S’il est un parti politique qui espère accaparer M. de Chateaubriand et trouver dans les Mémoires un plaidoyer en sa faveur, ce parti sera singulièrement détrompé ; l’auteur des Mémoires ne relève que de lui. « Respectant le malheur, dit-il, et me respectant moi-même, respectant ce que j’ai servi et ce que je continuerai de servir au prix du repos de mes vieux jours, je craindrais de prononcer vivant un mot qui pût blesser des infortunes ou même détruire des chimères ; mais, quand je ne serai plus, mes sacrifices donneront à ma tombe le droit de dire la vérité. Mes devoirs seront changés ; l’intérêt de ma patrie l’emportera sur les engagemens de l’honneur dont je serai délié. Aux Bourbons appartient ma vie, à mon pays appartient ma mort. »

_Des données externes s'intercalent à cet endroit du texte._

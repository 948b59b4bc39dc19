"""What is wrong with an entry under `portfolios`, in plain words."""

from __future__ import annotations

from pathlib import Path

import pytest

from lineproof.problems import KnownProblem
from lineproof.specs import Study
from lineproof.study import load_study

STUDY = """\
study: {{name: mine, title: Mine}}
data:
  returns: {{file: r.csv, columns: {{security: id, date: month, return: ret, size: cap, exchange: ex}}}}
  market: {{build: size}}
  riskless: {{file: r.csv, columns: {{date: month, rate: ret}}}}
betas: {{m60: {{}}, m84: {{window: 84}}}}
portfolios: {{it: {{{entry}}}}}
subperiods: {{full: {{}}}}
"""


def load(folder: Path, entry: str) -> Study:
    (folder / "r.csv").write_text("id,month,ret,cap,ex\n")
    (folder / "mine.yaml").write_text(STUDY.format(entry=entry))
    return load_study(folder / "mine.yaml")


@pytest.mark.parametrize(
    ("entry", "expected"),
    [
        ("rank_on: m60, hold: 13", "held for 13 months, and formed anew after 12"),
        ("rank_on: m60, form_each: month, hold: 2", "held for 2 months, and formed anew after 1"),
        ("rank_on: [size, m60], groups: 5", "design single_window takes one here"),
        ("design: double_sort, rank_on: [size, m60]", "the key 'groups' is missing"),
        ("design: double_sort, rank_on: m60, groups: [2, 2]", "takes a list of two here"),
        ("design: three_windows, rank_on: m60", "the key 'ante_betas' is missing"),
        ("design: three_windows, rank_on: m60, ante_betas: m84, hold: 18", "are no whole years"),
        (
            "design: three_windows, rank_on: m60, ante_betas: m84, overlap: yes",
            "does not use 'overlap'",
        ),
        ("rank_on: m60, dependent: yes", "design single_window does not use 'dependent'"),
        ("rank_on: m60.gamma", "betas have no column 'gamma'"),
        ("rank_on: sizes", "'sizes' is neither among betas nor a column"),
        ("rank_on: m60, ante_betas: m61", "'m61' is not declared under betas"),
        ("rank_on: m60, breakpoints: {column: exch, in: [N]}", "'exch' is not a column"),
        (
            "rank_on: m60, rule: equal_counts, breakpoints: {column: exchange, in: [N]}",
            "equal counts have no breakpoints",
        ),
        ("rank_on: size, assign_betas: ex_ante", "groups have no ex-ante betas"),
        ("rank_on: m60, groups: 5.0", "found 5.0"),
        (
            "rank_on: m60, ante_betas: [m60, m84]",
            "2 ex-ante betas by year, for a hold of 12 months",
        ),
        ("rank_on: m60, form_each: month, form_month: 6", "have no form_month"),
        ("design: double_sort, rank_on: [m60, m60.beta], groups: [2, 2]", "'m60' stands twice"),
        ("rank_on: m84.r2, form_each: quarter, form_month: 13", "13 is out of range"),
    ],
)
def test_what_does_not_fit(tmp_path: Path, entry: str, expected: str) -> None:
    with pytest.raises(KnownProblem) as caught:
        load(tmp_path, entry)
    assert expected in str(caught.value)
    assert len(caught.value.problems) == 1


def test_a_name_of_two_things_cannot_be_ranked_on(tmp_path: Path) -> None:
    (tmp_path / "r.csv").write_text("id,month,ret,cap,ex\n")
    text = STUDY.format(entry="rank_on: size").replace("m84:", "size:")
    (tmp_path / "mine.yaml").write_text(text)
    with pytest.raises(KnownProblem, match="'size' is a column of the returns, and of betas too"):
        load_study(tmp_path / "mine.yaml")


@pytest.mark.parametrize(
    ("entry", "hold", "ante", "estimates"),
    [
        ("rank_on: m60", 12, ("m60",), ("m60",)),
        ("rank_on: size, form_each: quarter", 3, (), ()),
        ("rank_on: m60.r2, form_each: month, hold: 6, overlap: yes", 6, ("m60",), ("m60",)),
        ("rank_on: size, ante_betas: m84", 12, ("m84",), ("m84",)),
        ("design: double_sort, rank_on: [size, m60], groups: [5, 5]", 12, ("m60",), ("m60",)),
        (
            "design: three_windows, rank_on: m84, ante_betas: [m60, m84]",
            48,
            ("m60", "m84"),
            ("m84", "m60"),
        ),
    ],
)
def test_what_is_filled_in(
    tmp_path: Path, entry: str, hold: int, ante: tuple, estimates: tuple
) -> None:
    sort = load(tmp_path, entry).sorts["it"]
    assert (sort.ranked.hold, sort.ranked.ante_betas, sort.estimates) == (hold, ante, estimates)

Les dernières pages des Mémoires sont imposantes, mais tristes. Après avoir énuméré tous les signes de décomposition sociale, tous les symptômes de la grande et universelle maladie d’un monde qui se dissout, M. de Chateaubriand s’écrie : «D’autres hommes ne sont pas cachés derrière les hommes actuels ; si tout changeait demain avec la proclamation d’autres principes, nous ne verrions que ce que nous voyons : rêveries dans les uns, fureurs dans les autres, également impuissantes, également infécondes. » Cependant l’illustre écrivain ne désespère pas de l’avenir. «Un avenir sera, dit-il, un avenir puissant, libre, dans toute la plénitude de l’égalité évangélique ; mais il est loin encore, loin au-delà de tout horizon visible... Avant de toucher au but, avant d’atteindre l’unité des peuples, la démocratie naturelle, il faudra traverser la décomposition sociale : temps d’anarchie, de sang peut-être, d’infirmité certainement. Cette décomposition est commencée ; elle n’est pas prête à reproduire de ses germes non encore assez fermentes le monde nouveau. »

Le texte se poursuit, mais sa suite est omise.